I’m sure it is not exactly optimal and I will rebalance in a more planned way when I get closer to the withdrawal stage, but it has worked for me so far.
Sounds smart Matt. I like that you have the long-term (IRA) account more aggressive since you have plenty of time to ride out recessions. The 2050 fund is mostly stocks right now – as it should be this far away from the goal date. There is room for optimization as you stated, but it’s a decent option – especially given limited fund selection in most 457 accounts.
Not sure if it’s ideal, but we like to do a bit more: REIT, Bonds, emerging market, small cap, mid cap, and S&P 500.
“Ideal” is tricky because it is different for everyone.
I like that you have the REIT and Bonds for income and conservative returns, but have balanced it with emerging markets, small, and mid-cap which are more aggressive. Depending on ratios, that might perform pretty close to “market” returns while enjoying a bit less volatility.
Thanks for sharing Laura!
I didn’t jump into the investing world for so long because it all seemed so complicated. Diversification and allocation are important, but so is just getting started. Great tips for someone needing to overcome analysis paralysis! And Betterment is a great option for lots of people!
Thanks Kathryn!

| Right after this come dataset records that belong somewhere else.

// SPDX-License-Identifier: GPL-3.0-or-later
#include "method/sweep_responses.h"

#include <algorithm>
#include <array>
#include <cmath>
#include <memory>
#include <mutex>
#include <numbers>

#include "signal/fft.h"
#include "signal/smooth_step.h"

namespace kneeprint {
namespace {

constexpr double kPeriodsBefore = 10.0, kPeriodsAfter = 20.0;
constexpr double kLeastBefore = 0.008, kLeastAfter = 0.020;  // s
// The converters' and the sweep's own upper edges ring by samples, not by milliseconds.
constexpr double kSamplesBefore = 384.0, kSamplesAfter = 960.0;
// Of the way to the next order's instant: its own response rings on towards this one.
constexpr double kShareBefore = 0.45;
constexpr double kShareAfter = 0.70;
constexpr double kStepShare = 0.6;  // of each side is the window's step, the rest is flat

struct Extent {
  double before, after;  // s, about the order's instant
};

Extent extent_of(int order, double frequency, const LogSweep& sweep, Hertz rate) {
  Extent w{std::max({kLeastBefore, kSamplesBefore / rate.value(), kPeriodsBefore / frequency}),
           std::max({kLeastAfter, kSamplesAfter / rate.value(), kPeriodsAfter / frequency})};
  const double to_next = (sweep.lead(order + 1) - sweep.lead(order)).value();
  w.before = std::min(w.before, kShareBefore * to_next);
  if (order > 1) {
    const double to_previous = (sweep.lead(order) - sweep.lead(order - 1)).value();
    w.after = std::min(w.after, kShareAfter * to_previous);
  }
  return w;
}

// sum_i x[i] exp(-j angle i): eight oscillators side by side, so that none waits for itself.
std::complex<double> line(std::span<const double> x, double angle) {
  constexpr std::size_t kLanes = 8;
  std::array<double, kLanes> c, s, re{}, im{};
  for (std::size_t l = 0; l < kLanes; ++l) {
    c[l] = std::cos(angle * static_cast<double>(l));
    s[l] = -std::sin(angle * static_cast<double>(l));
  }
  const double turn_c = std::cos(angle * kLanes), turn_s = -std::sin(angle * kLanes);
  std::size_t i = 0;
  for (; i + kLanes <= x.size(); i += kLanes) {
    for (std::size_t l = 0; l < kLanes; ++l) {
      re[l] += x[i + l] * c[l];
      im[l] += x[i + l] * s[l];
      const double next = c[l] * turn_c - s[l] * turn_s;
      s[l] = c[l] * turn_s + s[l] * turn_c;
      c[l] = next;
    }
  }
  std::complex<double> sum = 0.0;
  for (std::size_t l = 0; l < kLanes; ++l) {
    sum += std::complex(re[l], im[l]);
    if (i + l < x.size()) sum += x[i + l] * std::complex(c[l], s[l]);
  }
  return sum;
}

using Spectrum = std::vector<std::complex<double>>;

// By real and imaginary parts: the compiler's way with complex numbers costs as much as a
// transform.
void multiply(std::complex<double>* spectrum, const Spectrum& by) {
  auto* a = reinterpret_cast<double*>(spectrum);
  const auto* b = reinterpret_cast<const double*>(by.data());
  for (std::size_t k = 0; k < 2 * by.size(); k += 2) {
    const double re = a[k] * b[k] - a[k + 1] * b[k + 1];
    const double im = a[k] * b[k + 1] + a[k + 1] * b[k];
    a[k] = re;
    a[k + 1] = im;
  }
}

// The takes of a plan share one sweep: its inverse, over the transform's length, is kept from one
// to the next.
std::shared_ptr<const Spectrum> inverse_of(const LogSweep& sweep, Hertz rate, std::size_t size) {
  struct Kept {
    std::array<double, 5> key{};
    std::shared_ptr<const Spectrum> inverse;
  };
  static std::mutex mutex;
  static Kept kept;
  const std::array key{sweep.start().value(), sweep.stop().value(), sweep.duration().value(),
                       rate.value(), static_cast<double>(size)};
  const std::scoped_lock lock(mutex);
  if (!kept.inverse || kept.key != key) {
    Spectrum inverse = sweep.inverse_spectrum(rate, size);
    for (auto& z : inverse) z /= static_cast<double>(size);  // of the transform back
    kept = {key, std::make_shared<const Spectrum>(std::move(inverse))};
  }
  return kept.inverse;
}

}  // namespace

SweepResponses::SweepResponses(const LogSweep& sweep, std::span<const double> block, Hertz rate)
    : sweep_(sweep), rate_(rate), size_(block.size()), impulse_(sample_buffer(block.size())) {
  // Arrays of a sweep's length do not fit any cache: each is written once and read once.
  const auto inverse = inverse_of(sweep, rate, size_);
  const SpectrumBuffer spectrum = spectrum_buffer(inverse->size());
  forward_fft(block, spectrum.get());
  multiply(spectrum.get(), *inverse);
  inverse_fft_times_n(spectrum.get(), impulse_.get(), size_);
}

OrderResponse SweepResponses::read(int order, std::span<const Hertz> fundamentals) const {
  OrderResponse out;
  if (fundamentals.empty()) return out;
  const double rate = rate_.value();
  const double middle = std::sqrt(fundamentals.front().value() * fundamentals.back().value());
  const Extent w = extent_of(order, order * middle, sweep_, rate_);
  const double instant = -sweep_.lead(order).value() * rate;  // in samples, not whole
  const auto first = static_cast<long>(std::ceil(instant - w.before * rate));
  const auto last = static_cast<long>(std::floor(instant + w.after * rate));
  const auto period = static_cast<long>(size_);
  std::vector<double> cut(static_cast<std::size_t>(std::max(1L, last - first + 1)));
  auto from_sample = static_cast<std::size_t>(((first % period) + period) % period);
  for (double& x : cut) {
    x = impulse_[from_sample];
    if (++from_sample == size_) from_sample = 0;
  }
  const double rise = kStepShare * w.before * rate, fall = kStepShare * w.after * rate;
  const double from = static_cast<double>(first) - instant + w.before * rate;
  const double to = instant + w.after * rate - static_cast<double>(first);
  apply_smooth_step(cut, from / rise, 1.0 / rise);
  apply_smooth_step(cut, to / fall, -1.0 / fall);
  for (const Hertz f : fundamentals) {
    const double angle = 2.0 * std::numbers::pi * order * f.value() / rate;
    out.gain.push_back(line(cut, angle) *
                       std::polar(1.0, -angle * (static_cast<double>(first) - instant)));
  }
  // A step's square holds 0.42144 of its length (numerical integral of smooth_step squared).
  constexpr double kStepEnergy = 0.42144;
  out.window_energy = Seconds((w.before + w.after) * (1.0 - kStepShare + kStepShare * kStepEnergy));
  return out;
}

}  // namespace kneeprint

Yes, Betterment makes it super-easy for anyone to get started with investing, regardless of their knowledge. Certainly worth considering for someone who isn’t investing yet – or wants to simplify their investing.
Brad,
Great post. These portfolios are excellent options for most people. I am a big fan of Vanguard ETF’s. Low cost, great diversification.
Tom
Thanks Tom!
I’m 100% in the S&P 500 VFIAX in my 457 and 25% VTI/BND/VXUS/VNQ each in my Roth. Keeps me aggressive but a little more balanced in the IRA.
That’s a good conservative mix in your IRA portfolio – with very nice income (especially from the REITS). Someone with a lower risk tolerance and/or a shorter retirement timeframe might want to consider something similar. Thanks for stopping by sharing Financial Rookie!